The fish was released right after the pic. I held it by the tail in the water for about 30 seconds to allow it to re-adjust and then she swam and then dove down. I've just learned that a fish this size is probably 6-7 years old. Don't know how many more years it'll take to make it a 50", but it would be fun to see her again in a few years. 

Thanks again everyone!


----------



## Jigging Jim (Apr 3, 2010)

Nice fish! Enjoy the memories!


----------



## michael.redmon (Aug 27, 2010)

I saw you guys in that awesome Jet Boat on Monday. I did a double take because you dont see that very often. Congrats! Plus, I also appreciate what you guys used for lures, for a new Muskie fisherman like me, that helps a lot.

Mike


----------



## JTKessOH (Sep 19, 2009)

Wow thats a monster. Tell your Dad congrats.


----------



## SeaRayder (Jan 6, 2009)

_...I appreciate the info on the lures, etc..._

You're welcome. I've learned so much from this site and caught my first muskie just this past December. There is such a wealth of knowledge here and I would be still fishing for sunfish with bread and a net without the advice of those here. 

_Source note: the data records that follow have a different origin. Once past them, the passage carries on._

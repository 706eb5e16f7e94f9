"""Questions as a file to fill in, and the answers read back from it."""

from __future__ import annotations

import json
import tomllib
from collections.abc import Mapping, Sequence
from pathlib import Path

from reporter.errors import RecordError
from reporter.intake.foreign.model import Question


def questions_toml(file: str, questions: Sequence[Question], given: Mapping[str, str] | None = None) -> str:
    """The questions about a file as TOML, each with an empty answer, below them the answers already given."""
    lines = [
        f"# What can be read two ways in {json.dumps(file, ensure_ascii=False)}. Write one of the answers between the",
        "# quotation marks, then: fluebook map FILE --answers THIS_FILE --save NAME.map.toml",
    ]
    for question in questions:
        where = question.place.text()
        lines += [
            "",
            "[[question]]",
            f"key = {_quoted(question.key)}",
            f"asks = {_quoted(question.asks)}",
            f"found = {_quoted(f'{where}: {question.found}' if where else question.found)}",
            *(
                f"# {_quoted(o.answer)}{': ' + ' '.join(o.meaning.split()) if o.meaning else ''}"
                for o in question.options
            ),
            'answer = ""',
        ]
    open_ = {question.key for question in questions}
    for key, answer in (given or {}).items():
        if key not in open_:
            lines += ["", "[[question]]  # answered before", f"key = {_quoted(key)}", f"answer = {_quoted(answer)}"]
    return "\n".join(lines) + "\n"


def _quoted(text: str) -> str:
    return json.dumps(text, ensure_ascii=False).replace("\x7f", "\\u007f")


def read_answers(path: str | Path) -> dict[str, str]:
    """The answers of a file of questions, by key; those left empty are left out.

    Raises
    ------
    RecordError
        The file cannot be read, or has another form.
    """
    file = Path(path)
    try:
        data = tomllib.loads(file.read_text(encoding="utf-8"))
        found = {str(row["key"]): str(row.get("answer", "")) for row in data.get("question", [])}
        found |= {str(key): str(value) for key, value in data.get("answers", {}).items()}
    except (OSError, UnicodeDecodeError, tomllib.TOMLDecodeError) as error:
        raise RecordError(f"the answers cannot be read: {error}", file.name) from None
    except (KeyError, TypeError, AttributeError):
        raise RecordError("each [[question]] needs key and answer", file.name) from None
    return {key: answer for key, answer in found.items() if answer.strip()}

Dad's still flying high and I've been reading the posts to him. He's from eastern Ohio and stopped by Salt Fork on his way home yesterday 'cause he needed some more water time...

Here's another pic of the mouth of this toothy critter. I highly recommend gloves and the lip grip (Boga), got mine at BassPro as a knockoff for $9.95 for now...

George


----------



## browns_jr88 (Aug 5, 2008)

wow.. tell your dad congrats on his first musky... its a beast for sure.. .the way that last picture is taken it looks like one of those fish u see on that tv show RiverMonsters... lol congrats again


----------



## NewbreedFishing (Apr 15, 2004)

BPS has boga grips for 9.95?? thats a deal

great looking fish and congrats to you and your pops.


----------



## fishdealer04 (Aug 27, 2006)

NewbreedFishing said:


> BPS has boga grips for 9.95?? thats a deal
> 
> great looking fish and congrats to you and your pops.


Its not a real Boga Grip its Bass pros version of one.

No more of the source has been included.